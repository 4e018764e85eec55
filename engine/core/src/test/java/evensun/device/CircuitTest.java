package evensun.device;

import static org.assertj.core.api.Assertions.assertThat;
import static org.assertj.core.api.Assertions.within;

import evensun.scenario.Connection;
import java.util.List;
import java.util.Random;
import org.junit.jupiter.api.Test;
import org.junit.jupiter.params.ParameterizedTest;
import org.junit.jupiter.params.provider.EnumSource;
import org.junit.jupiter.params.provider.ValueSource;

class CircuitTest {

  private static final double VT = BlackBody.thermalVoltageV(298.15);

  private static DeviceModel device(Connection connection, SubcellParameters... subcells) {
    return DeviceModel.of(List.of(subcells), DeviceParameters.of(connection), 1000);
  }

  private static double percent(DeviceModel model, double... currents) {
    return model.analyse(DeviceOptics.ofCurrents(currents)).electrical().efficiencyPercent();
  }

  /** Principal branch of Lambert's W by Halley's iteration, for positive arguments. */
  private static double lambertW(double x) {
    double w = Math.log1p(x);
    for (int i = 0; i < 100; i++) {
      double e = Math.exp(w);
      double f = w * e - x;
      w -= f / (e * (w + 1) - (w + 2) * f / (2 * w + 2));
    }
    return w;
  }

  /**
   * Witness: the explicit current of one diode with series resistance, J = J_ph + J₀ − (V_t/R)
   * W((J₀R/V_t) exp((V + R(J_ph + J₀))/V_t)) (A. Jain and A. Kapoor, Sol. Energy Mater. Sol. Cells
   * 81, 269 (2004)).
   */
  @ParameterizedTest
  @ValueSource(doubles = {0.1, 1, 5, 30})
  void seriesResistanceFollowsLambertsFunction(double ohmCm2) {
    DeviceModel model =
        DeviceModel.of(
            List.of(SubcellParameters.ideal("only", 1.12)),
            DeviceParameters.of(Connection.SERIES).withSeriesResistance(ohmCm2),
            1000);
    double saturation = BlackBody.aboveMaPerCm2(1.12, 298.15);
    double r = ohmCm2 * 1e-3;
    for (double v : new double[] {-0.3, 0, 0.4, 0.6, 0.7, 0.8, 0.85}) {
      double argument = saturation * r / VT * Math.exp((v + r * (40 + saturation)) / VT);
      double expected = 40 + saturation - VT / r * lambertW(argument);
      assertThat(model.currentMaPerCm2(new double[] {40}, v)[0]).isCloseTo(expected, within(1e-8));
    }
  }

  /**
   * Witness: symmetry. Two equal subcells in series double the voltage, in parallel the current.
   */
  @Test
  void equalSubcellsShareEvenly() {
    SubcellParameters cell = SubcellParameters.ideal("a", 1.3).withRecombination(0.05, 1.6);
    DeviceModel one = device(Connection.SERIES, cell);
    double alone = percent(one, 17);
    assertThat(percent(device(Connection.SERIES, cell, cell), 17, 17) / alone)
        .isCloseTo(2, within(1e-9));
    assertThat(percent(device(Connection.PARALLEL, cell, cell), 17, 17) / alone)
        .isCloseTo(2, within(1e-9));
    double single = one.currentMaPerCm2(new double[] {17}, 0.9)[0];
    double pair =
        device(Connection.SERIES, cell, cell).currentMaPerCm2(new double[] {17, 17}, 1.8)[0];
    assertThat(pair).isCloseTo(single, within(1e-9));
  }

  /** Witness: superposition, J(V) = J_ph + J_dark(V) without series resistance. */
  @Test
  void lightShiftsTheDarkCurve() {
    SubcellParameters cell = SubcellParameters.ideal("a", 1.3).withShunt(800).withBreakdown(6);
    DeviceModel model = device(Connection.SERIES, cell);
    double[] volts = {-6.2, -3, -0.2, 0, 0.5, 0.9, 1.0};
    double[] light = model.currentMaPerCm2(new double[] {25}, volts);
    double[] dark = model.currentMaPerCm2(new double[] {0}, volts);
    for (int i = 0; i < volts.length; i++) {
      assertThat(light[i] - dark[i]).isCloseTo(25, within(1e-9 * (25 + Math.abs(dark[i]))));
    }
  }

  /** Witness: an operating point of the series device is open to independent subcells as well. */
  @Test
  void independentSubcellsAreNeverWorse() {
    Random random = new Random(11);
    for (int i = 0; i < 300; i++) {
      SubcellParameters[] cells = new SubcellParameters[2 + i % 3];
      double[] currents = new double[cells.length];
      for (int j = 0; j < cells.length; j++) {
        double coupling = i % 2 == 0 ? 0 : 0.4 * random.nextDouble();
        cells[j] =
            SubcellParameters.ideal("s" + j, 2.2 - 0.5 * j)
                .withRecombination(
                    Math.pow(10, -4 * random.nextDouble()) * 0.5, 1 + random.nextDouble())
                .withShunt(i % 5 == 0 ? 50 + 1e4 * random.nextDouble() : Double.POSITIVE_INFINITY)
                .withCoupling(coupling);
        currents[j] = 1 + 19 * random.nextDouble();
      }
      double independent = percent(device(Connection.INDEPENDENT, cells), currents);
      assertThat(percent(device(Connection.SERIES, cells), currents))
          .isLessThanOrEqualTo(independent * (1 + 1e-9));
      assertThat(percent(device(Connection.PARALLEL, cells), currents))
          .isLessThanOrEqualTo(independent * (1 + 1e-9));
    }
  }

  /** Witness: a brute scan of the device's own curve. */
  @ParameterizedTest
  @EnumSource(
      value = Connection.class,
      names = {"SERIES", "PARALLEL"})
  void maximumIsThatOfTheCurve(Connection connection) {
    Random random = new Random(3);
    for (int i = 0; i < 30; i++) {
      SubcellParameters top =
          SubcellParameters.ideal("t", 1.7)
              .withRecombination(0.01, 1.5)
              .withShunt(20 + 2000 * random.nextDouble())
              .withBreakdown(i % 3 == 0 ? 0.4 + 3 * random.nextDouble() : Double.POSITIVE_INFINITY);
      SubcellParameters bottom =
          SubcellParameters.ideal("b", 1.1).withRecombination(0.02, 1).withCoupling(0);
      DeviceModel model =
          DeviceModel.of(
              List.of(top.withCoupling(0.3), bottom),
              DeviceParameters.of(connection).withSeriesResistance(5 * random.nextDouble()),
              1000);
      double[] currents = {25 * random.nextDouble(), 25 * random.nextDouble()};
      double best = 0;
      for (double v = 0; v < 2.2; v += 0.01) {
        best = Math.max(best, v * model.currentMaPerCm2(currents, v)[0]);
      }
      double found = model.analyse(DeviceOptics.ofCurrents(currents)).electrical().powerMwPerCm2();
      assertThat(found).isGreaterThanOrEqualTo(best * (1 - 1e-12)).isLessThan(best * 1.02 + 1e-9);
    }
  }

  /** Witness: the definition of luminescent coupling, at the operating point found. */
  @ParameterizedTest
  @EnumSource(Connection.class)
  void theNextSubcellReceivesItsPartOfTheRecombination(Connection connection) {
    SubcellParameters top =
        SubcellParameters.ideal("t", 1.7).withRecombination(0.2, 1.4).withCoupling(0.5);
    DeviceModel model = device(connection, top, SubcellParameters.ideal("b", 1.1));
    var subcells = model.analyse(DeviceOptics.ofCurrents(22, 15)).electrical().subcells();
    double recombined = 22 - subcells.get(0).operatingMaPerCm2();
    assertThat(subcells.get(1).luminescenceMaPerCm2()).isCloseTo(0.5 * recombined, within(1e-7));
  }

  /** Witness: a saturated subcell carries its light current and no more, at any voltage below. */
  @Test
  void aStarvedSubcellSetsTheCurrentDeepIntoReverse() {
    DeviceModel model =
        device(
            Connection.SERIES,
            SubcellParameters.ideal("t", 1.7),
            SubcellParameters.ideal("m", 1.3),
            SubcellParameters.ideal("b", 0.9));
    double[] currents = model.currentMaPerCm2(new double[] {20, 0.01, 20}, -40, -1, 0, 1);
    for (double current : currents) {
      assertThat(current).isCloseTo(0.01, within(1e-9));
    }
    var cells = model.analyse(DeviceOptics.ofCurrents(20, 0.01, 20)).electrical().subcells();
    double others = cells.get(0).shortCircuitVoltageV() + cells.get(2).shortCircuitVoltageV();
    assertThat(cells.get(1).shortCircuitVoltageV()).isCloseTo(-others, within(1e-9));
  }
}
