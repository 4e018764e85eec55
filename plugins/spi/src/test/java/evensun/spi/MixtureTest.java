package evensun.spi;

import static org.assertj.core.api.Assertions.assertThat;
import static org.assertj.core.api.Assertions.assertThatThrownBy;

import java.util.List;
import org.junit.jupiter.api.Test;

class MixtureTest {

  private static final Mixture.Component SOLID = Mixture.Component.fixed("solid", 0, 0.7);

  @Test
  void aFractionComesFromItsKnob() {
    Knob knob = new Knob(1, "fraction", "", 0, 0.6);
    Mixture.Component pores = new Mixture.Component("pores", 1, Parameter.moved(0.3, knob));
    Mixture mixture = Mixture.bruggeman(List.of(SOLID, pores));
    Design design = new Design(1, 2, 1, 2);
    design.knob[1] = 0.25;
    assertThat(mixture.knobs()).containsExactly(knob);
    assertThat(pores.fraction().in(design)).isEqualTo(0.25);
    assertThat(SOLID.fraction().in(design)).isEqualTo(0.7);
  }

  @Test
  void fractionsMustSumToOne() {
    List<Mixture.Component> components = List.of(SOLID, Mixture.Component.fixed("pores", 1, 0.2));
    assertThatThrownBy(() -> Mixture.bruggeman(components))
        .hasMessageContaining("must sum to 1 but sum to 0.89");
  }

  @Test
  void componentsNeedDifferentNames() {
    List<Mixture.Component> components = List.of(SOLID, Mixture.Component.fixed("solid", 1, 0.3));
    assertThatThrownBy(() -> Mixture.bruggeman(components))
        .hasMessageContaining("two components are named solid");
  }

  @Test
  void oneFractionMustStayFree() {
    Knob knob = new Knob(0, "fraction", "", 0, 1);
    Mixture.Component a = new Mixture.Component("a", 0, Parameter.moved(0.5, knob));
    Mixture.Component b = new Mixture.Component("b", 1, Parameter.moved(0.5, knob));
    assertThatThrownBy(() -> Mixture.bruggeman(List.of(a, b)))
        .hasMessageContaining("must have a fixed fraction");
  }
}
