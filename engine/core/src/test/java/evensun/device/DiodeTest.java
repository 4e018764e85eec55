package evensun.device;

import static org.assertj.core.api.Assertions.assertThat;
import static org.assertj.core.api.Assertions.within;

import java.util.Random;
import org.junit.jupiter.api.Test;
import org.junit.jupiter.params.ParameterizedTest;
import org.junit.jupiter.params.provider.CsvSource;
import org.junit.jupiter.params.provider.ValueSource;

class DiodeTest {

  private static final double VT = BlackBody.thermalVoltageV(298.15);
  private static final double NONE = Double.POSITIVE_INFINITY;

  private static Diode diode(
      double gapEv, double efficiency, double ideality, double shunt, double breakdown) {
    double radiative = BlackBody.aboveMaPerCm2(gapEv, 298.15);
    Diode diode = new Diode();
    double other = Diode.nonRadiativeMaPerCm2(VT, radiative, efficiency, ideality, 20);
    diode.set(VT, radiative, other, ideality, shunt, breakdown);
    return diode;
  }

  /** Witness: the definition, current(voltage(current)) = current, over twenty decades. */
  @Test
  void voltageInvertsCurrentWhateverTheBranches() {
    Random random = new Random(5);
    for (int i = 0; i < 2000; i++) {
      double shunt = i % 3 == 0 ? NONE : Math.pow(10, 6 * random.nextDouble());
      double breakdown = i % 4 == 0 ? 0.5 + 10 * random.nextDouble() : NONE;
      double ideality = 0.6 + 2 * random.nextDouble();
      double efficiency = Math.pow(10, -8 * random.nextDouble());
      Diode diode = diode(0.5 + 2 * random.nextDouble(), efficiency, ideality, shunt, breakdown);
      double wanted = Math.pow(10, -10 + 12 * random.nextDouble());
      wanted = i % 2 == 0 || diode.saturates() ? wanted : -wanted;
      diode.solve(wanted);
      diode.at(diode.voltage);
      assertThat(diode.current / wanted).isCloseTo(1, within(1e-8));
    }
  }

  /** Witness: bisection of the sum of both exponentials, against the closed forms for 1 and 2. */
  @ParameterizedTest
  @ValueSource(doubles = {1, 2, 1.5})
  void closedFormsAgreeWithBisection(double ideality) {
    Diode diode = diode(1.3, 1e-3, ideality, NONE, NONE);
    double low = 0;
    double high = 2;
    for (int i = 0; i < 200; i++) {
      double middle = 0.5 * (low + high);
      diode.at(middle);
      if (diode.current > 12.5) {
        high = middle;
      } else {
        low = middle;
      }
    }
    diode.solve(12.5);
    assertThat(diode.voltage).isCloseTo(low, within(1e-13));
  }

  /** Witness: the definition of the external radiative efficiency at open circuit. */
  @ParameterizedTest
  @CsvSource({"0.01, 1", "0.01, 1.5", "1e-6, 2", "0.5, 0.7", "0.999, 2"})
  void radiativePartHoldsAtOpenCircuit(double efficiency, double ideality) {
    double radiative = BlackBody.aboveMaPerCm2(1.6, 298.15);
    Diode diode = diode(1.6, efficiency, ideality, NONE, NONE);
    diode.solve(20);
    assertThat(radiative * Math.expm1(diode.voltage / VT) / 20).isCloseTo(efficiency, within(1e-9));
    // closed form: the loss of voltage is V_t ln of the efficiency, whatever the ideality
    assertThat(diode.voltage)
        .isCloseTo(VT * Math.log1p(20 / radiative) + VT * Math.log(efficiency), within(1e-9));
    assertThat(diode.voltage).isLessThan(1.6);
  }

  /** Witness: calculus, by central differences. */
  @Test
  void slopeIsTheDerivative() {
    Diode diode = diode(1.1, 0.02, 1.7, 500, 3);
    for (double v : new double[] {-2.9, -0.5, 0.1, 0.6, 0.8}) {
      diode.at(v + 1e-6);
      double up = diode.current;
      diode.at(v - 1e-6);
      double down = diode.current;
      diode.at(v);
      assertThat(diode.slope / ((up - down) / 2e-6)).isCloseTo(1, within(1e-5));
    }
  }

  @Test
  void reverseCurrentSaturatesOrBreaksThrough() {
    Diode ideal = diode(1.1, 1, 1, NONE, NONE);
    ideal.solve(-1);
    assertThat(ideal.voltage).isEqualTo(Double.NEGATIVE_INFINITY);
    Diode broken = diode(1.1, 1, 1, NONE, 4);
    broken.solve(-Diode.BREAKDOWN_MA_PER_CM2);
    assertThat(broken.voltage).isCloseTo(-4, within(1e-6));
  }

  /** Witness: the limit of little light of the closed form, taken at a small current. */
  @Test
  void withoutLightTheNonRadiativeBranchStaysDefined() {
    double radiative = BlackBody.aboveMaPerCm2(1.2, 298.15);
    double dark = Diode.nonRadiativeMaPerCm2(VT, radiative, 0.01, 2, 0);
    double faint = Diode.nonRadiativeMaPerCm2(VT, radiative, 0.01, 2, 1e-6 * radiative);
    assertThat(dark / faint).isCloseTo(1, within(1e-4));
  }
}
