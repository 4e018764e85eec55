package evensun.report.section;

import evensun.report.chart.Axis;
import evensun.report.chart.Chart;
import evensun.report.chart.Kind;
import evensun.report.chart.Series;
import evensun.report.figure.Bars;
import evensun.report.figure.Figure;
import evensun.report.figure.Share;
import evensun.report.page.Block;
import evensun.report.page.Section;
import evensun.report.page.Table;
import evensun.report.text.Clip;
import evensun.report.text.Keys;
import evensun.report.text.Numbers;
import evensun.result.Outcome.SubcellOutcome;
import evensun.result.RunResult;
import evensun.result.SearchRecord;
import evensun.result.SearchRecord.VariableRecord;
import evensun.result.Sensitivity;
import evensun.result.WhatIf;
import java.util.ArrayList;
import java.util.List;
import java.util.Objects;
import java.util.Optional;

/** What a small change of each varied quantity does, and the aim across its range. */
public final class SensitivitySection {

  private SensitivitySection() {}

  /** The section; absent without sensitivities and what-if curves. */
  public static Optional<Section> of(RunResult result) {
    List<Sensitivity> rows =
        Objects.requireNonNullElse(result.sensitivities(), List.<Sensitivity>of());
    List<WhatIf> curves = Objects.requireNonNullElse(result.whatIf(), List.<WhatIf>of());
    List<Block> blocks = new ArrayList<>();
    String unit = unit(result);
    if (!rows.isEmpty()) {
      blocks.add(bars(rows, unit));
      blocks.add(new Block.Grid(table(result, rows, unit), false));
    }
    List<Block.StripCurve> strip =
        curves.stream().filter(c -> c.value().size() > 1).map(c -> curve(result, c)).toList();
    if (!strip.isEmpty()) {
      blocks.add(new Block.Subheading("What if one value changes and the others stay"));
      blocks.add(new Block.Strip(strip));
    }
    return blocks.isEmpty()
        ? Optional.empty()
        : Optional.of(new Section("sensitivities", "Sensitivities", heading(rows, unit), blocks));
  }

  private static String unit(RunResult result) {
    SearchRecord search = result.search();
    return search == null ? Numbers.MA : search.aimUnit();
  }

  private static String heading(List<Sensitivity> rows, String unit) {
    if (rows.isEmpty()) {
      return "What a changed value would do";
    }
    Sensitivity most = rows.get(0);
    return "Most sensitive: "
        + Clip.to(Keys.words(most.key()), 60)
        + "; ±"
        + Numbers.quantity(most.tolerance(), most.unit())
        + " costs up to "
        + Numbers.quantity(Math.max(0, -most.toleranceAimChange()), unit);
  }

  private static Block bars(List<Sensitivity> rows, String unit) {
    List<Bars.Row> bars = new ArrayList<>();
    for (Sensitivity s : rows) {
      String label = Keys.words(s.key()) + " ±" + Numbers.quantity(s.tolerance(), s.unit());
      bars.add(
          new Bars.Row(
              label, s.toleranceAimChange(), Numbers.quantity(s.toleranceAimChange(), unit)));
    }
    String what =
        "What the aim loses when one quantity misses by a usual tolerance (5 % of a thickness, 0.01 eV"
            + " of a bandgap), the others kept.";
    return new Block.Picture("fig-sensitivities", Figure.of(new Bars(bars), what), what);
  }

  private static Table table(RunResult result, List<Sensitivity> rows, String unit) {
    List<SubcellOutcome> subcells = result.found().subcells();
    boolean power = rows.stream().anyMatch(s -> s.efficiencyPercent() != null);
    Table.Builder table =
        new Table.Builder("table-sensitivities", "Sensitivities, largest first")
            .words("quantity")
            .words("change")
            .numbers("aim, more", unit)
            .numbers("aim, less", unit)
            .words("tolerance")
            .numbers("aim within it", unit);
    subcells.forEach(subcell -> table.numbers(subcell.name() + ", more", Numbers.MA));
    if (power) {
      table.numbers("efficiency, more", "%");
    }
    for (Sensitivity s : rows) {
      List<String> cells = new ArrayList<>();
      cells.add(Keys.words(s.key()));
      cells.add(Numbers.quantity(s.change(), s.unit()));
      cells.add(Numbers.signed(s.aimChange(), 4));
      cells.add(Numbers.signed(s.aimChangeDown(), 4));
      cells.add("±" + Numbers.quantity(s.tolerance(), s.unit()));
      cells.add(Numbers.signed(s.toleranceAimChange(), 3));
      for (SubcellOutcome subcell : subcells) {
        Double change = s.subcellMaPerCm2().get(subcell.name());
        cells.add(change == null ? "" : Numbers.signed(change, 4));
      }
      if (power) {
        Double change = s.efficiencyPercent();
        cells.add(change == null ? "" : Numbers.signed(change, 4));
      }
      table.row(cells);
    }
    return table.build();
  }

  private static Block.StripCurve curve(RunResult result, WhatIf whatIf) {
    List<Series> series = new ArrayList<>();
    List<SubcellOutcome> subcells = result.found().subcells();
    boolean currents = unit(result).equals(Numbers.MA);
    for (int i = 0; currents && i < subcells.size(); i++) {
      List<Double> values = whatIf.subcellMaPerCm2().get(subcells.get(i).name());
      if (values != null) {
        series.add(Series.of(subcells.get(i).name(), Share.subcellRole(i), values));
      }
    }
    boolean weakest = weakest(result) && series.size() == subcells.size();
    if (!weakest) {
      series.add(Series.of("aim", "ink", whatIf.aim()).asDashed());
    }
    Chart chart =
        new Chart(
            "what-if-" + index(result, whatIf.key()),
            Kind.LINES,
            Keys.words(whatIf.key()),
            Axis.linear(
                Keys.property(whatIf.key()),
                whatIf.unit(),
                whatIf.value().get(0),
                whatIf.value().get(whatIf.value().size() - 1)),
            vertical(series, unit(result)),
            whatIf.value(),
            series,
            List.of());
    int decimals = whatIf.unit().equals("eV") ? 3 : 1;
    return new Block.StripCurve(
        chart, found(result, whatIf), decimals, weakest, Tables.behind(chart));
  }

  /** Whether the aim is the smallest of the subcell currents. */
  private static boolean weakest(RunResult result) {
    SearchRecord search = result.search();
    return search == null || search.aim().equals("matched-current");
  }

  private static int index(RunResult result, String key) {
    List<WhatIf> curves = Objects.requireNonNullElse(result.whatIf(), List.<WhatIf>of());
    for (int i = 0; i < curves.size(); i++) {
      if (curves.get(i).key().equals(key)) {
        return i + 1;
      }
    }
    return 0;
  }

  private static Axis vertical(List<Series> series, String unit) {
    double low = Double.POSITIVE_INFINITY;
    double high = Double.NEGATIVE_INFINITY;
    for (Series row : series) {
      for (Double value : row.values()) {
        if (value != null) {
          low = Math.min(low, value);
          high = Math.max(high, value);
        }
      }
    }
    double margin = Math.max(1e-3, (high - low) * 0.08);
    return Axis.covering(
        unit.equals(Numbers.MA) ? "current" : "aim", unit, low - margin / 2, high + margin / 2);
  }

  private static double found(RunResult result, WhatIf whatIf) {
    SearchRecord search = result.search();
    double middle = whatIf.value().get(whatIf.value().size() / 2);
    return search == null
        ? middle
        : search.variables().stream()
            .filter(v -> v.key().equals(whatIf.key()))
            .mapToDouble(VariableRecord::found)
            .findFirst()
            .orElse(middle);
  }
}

━━━━━━━━

Directions:
In the entries above, copy each line that contains the string "assertThatThrownBy".

Result:
import static org.assertj.core.api.Assertions.assertThatThrownBy;
    assertThatThrownBy(() -> Mixture.bruggeman(components))
    assertThatThrownBy(() -> Mixture.bruggeman(components))
    assertThatThrownBy(() -> Mixture.bruggeman(List.of(a, b)))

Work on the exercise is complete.